→ **Problem to work on**:
Whenever a line in the records below holds the string "Object", copy it out.

→ **Record excerpts**:
+ + + + +
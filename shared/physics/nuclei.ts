/**
 * Element symbols and the usual mass numbers of common targets, for naming the sets of a nuclear
 * family ("Ostrand-25-Fe56") and for requests written as symbols ("Fe" = ⁵⁶Fe). The symbols are
 * the IUPAC ones (from memory); the default mass numbers are the most abundant isotope of each
 * listed element (from memory), the targets experiments usually name.
 */
import type { Nucleus } from './input/mass-number'

const SYMBOLS = (
  'H He Li Be B C N O F Ne Na Mg Al Si P S Cl Ar K Ca Sc Ti V Cr Mn Fe Co Ni Cu Zn Ga Ge As Se Br Kr '
  + 'Rb Sr Y Zr Nb Mo Tc Ru Rh Pd Ag Cd In Sn Sb Te I Xe Cs Ba La Ce Pr Nd Pm Sm Eu Gd Tb Dy Ho Er Tm Yb Lu '
  + 'Hf Ta W Re Os Ir Pt Au Hg Tl Pb Bi Po At Rn Fr Ra Ac Th Pa U Np Pu Am Cm Bk Cf Es Fm Md No Lr Rf Db Sg '
  + 'Bh Hs Mt Ds Rg Cn Nh Fl Mc Lv Ts Og'
).split(' ')

/** Mass number of the usual target for some elements (most abundant isotope; deuterium as "D"). */
const USUAL_A: Readonly<Record<string, Nucleus>> = Object.freeze({
  D: { z: 1, a: 2 }, He: { z: 2, a: 4 }, Li: { z: 3, a: 7 }, Be: { z: 4, a: 9 }, C: { z: 6, a: 12 },
  N: { z: 7, a: 14 }, O: { z: 8, a: 16 }, Al: { z: 13, a: 27 }, Ar: { z: 18, a: 40 }, Ca: { z: 20, a: 40 },
  Fe: { z: 26, a: 56 }, Cu: { z: 29, a: 63 }, Kr: { z: 36, a: 84 }, Ag: { z: 47, a: 107 }, Sn: { z: 50, a: 120 },
  Xe: { z: 54, a: 132 }, W: { z: 74, a: 184 }, Au: { z: 79, a: 197 }, Pb: { z: 82, a: 208 }, U: { z: 92, a: 238 }
})

/**
 * The element symbol of Z ("D" for the deuteron Z = 1, A = 2).
 * @example elementSymbol(26) // 'Fe'
 */
export function elementSymbol(z: number, a?: number): string {
  if (z === 1 && a === 2) return 'D'
  const s = SYMBOLS[z - 1]
  if (!s) throw new RangeError(`no element has Z = ${z}`)
  return s
}

/**
 * The usual target nucleus of a symbol ("Fe" → Z = 26, A = 56), or undefined.
 * @example usualNucleus('Pb') // { z: 82, a: 208 }
 */
export function usualNucleus(symbol: string): Nucleus | undefined {
  return Object.hasOwn(USUAL_A, symbol) ? { ...USUAL_A[symbol]! } : undefined
}

/**
 * The name of a family's set for one nucleus: "<document name>-<symbol><A>".
 * @example nucleusSetName('Ostrand-25', { z: 26, a: 56 }) // 'Ostrand-25-Fe56'
 */
export function nucleusSetName(documentName: string, nucleus: Nucleus): string {
  const symbol = elementSymbol(nucleus.z, nucleus.a)
  return `${documentName}-${symbol}${symbol === 'D' ? '' : nucleus.a}`
}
+ + + + +
→ **Exercise solution**:
const USUAL_A: Readonly<Record<string, Nucleus>> = Object.freeze({
  return Object.hasOwn(USUAL_A, symbol) ? { ...USUAL_A[symbol]! } : undefined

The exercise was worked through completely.